Directions for this task:
The whole listing needs to be returned exactly as it appears.

╭─ Dataset entries

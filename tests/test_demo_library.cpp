// Checks of the demo's sample library (solver/demo/sample_library.h).
#include <doctest/doctest.h>

#include <filesystem>
#include <fstream>
#include <map>
#include <sstream>

#include "solver/features/colour.h"
#include "solver/features/picture_descriptors.h"
#include "solver/demo/sample_library.h"
#include "tests/approx.h"

namespace {
std::string slurp(const std::string& p) {
  std::ifstream in(p, std::ios::binary);
  std::stringstream s;
  s << in.rdbuf();
  return s.str();
}
}  // namespace

TEST_CASE("demo library: deterministic, written once, regenerated when incomplete") {
  const std::string dir = kith::test::temp_dir("sample-library");
  kith::SampleLibraryOptions o;
  o.count = 60;
  o.folder = dir + "/lib";
  const auto a = kith::ensure_sample_library(o);
  CHECK(a.generated);
  REQUIRE(a.swatches.size() == 60);
  const std::string items = slurp(a.items_csv);
  const std::string pic = slurp(o.folder + "/pictures/" + a.swatches[7].id + ".png");
  CHECK(!pic.empty());
  const auto b = kith::ensure_sample_library(o);
  CHECK_FALSE(b.generated);  // already there
  std::filesystem::remove(o.folder + "/pictures/" + a.swatches[7].id + ".png");
  const auto c = kith::ensure_sample_library(o);
  CHECK(c.generated);  // a missing picture is redrawn
  CHECK(slurp(o.folder + "/pictures/" + a.swatches[7].id + ".png") == pic);
  CHECK(slurp(c.items_csv) == items);
  // Same options elsewhere give the same bytes.
  o.folder = dir + "/again";
  kith::ensure_sample_library(o);
  CHECK(slurp(o.folder + "/items.csv") == items);
  CHECK(slurp(o.folder + "/pictures/" + a.swatches[7].id + ".png") == pic);
}

TEST_CASE("demo library: every line and pattern appears, colours are in gamut, descriptors see the pattern") {
  const auto swatches = kith::make_swatches();
  CHECK(swatches.size() == 600);
  std::map<std::string, int> per_line, per_pattern;
  for (const auto& s : swatches) {
    ++per_line[s.line];
    ++per_pattern[kith::to_string(s.pattern)];
    double r, g, b;
    bool ok = false;
    kith::lab_to_srgb(s.base, &r, &g, &b, &ok);
    CHECK(ok);
  }
  CHECK(per_line.size() == 6);
  for (const auto& [line, n] : per_line) CHECK(n == 100);
  CHECK(per_pattern.size() == 6);
  for (const auto& [pattern, n] : per_pattern) CHECK(n >= 30);

  // A plain swatch has far less texture energy than a patterned one, and its mean colour is its
  // base colour (within a couple of CIELAB units: grain and 8-bit rounding).
  const kith::Swatch* plain = nullptr;
  const kith::Swatch* striped = nullptr;
  for (const auto& s : swatches) {
    if (!plain && s.pattern == kith::SwatchPattern::kPlain) plain = &s;
    if (!striped && s.pattern == kith::SwatchPattern::kStripes && s.contrast > 0.4) striped = &s;
  }
  REQUIRE(plain);
  REQUIRE(striped);
  auto describe = [](const kith::Swatch& s) {
    const auto px = kith::draw_swatch(s, 80, 1);
    return kith::describe_image(kith::image_from_srgb8(px.data(), 80, 80, 3));
  };
  const auto fp = describe(*plain), fs = describe(*striped);
  const int energy = kith::descriptor_blocks()[2].begin;
  CHECK(fs[energy] > 4 * fp[energy]);
  CHECK(std::abs(fp[0] - plain->base.L) < 2.0);
  CHECK(std::abs(fp[1] - plain->base.a) < 2.0);
  CHECK(std::abs(fp[2] - plain->base.b) < 2.0);
}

╰─

Answer to this problem:
filename tests/test_demo_library.cpp
// Checks of the demo's sample library (solver/demo/sample_library.h).
#include <doctest/doctest.h>

#include <filesystem>
#include <fstream>
#include <map>
#include <sstream>

#include "solver/features/colour.h"
#include "solver/features/picture_descriptors.h"
#include "solver/demo/sample_library.h"
#include "tests/approx.h"

namespace {
std::string slurp(const std::string& p) {
  std::ifstream in(p, std::ios::binary);
  std::stringstream s;
  s << in.rdbuf();
  return s.str();
}
}  // namespace

TEST_CASE("demo library: deterministic, written once, regenerated when incomplete") {
  const std::string dir = kith::test::temp_dir("sample-library");
  kith::SampleLibraryOptions o;
  o.count = 60;
  o.folder = dir + "/lib";
  const auto a = kith::ensure_sample_library(o);
  CHECK(a.generated);
  REQUIRE(a.swatches.size() == 60);
  const std::string items = slurp(a.items_csv);
  const std::string pic = slurp(o.folder + "/pictures/" + a.swatches[7].id + ".png");
  CHECK(!pic.empty());
  const auto b = kith::ensure_sample_library(o);
  CHECK_FALSE(b.generated);  // already there
  std::filesystem::remove(o.folder + "/pictures/" + a.swatches[7].id + ".png");
  const auto c = kith::ensure_sample_library(o);
  CHECK(c.generated);  // a missing picture is redrawn
  CHECK(slurp(o.folder + "/pictures/" + a.swatches[7].id + ".png") == pic);
  CHECK(slurp(c.items_csv) == items);
  // Same options elsewhere give the same bytes.
  o.folder = dir + "/again";
  kith::ensure_sample_library(o);
  CHECK(slurp(o.folder + "/items.csv") == items);
  CHECK(slurp(o.folder + "/pictures/" + a.swatches[7].id + ".png") == pic);
}

TEST_CASE("demo library: every line and pattern appears, colours are in gamut, descriptors see the pattern") {
  const auto swatches = kith::make_swatches();
  CHECK(swatches.size() == 600);
  std::map<std::string, int> per_line, per_pattern;
  for (const auto& s : swatches) {
    ++per_line[s.line];
    ++per_pattern[kith::to_string(s.pattern)];
    double r, g, b;
    bool ok = false;
    kith::lab_to_srgb(s.base, &r, &g, &b, &ok);
    CHECK(ok);
  }
  CHECK(per_line.size() == 6);
  for (const auto& [line, n] : per_line) CHECK(n == 100);
  CHECK(per_pattern.size() == 6);
  for (const auto& [pattern, n] : per_pattern) CHECK(n >= 30);

  // A plain swatch has far less texture energy than a patterned one, and its mean colour is its
  // base colour (within a couple of CIELAB units: grain and 8-bit rounding).
  const kith::Swatch* plain = nullptr;
  const kith::Swatch* striped = nullptr;
  for (const auto& s : swatches) {
    if (!plain && s.pattern == kith::SwatchPattern::kPlain) plain = &s;
    if (!striped && s.pattern == kith::SwatchPattern::kStripes && s.contrast > 0.4) striped = &s;
  }
  REQUIRE(plain);
  REQUIRE(striped);
  auto describe = [](const kith::Swatch& s) {
    const auto px = kith::draw_swatch(s, 80, 1);
    return kith::describe_image(kith::image_from_srgb8(px.data(), 80, 80, 3));
  };
  const auto fp = describe(*plain), fs = describe(*striped);
  const int energy = kith::descriptor_blocks()[2].begin;
  CHECK(fs[energy] > 4 * fp[energy]);
  CHECK(std::abs(fp[0] - plain->base.L) < 2.0);
  CHECK(std::abs(fp[1] - plain->base.a) < 2.0);
  CHECK(std::abs(fp[2] - plain->base.b) < 2.0);
}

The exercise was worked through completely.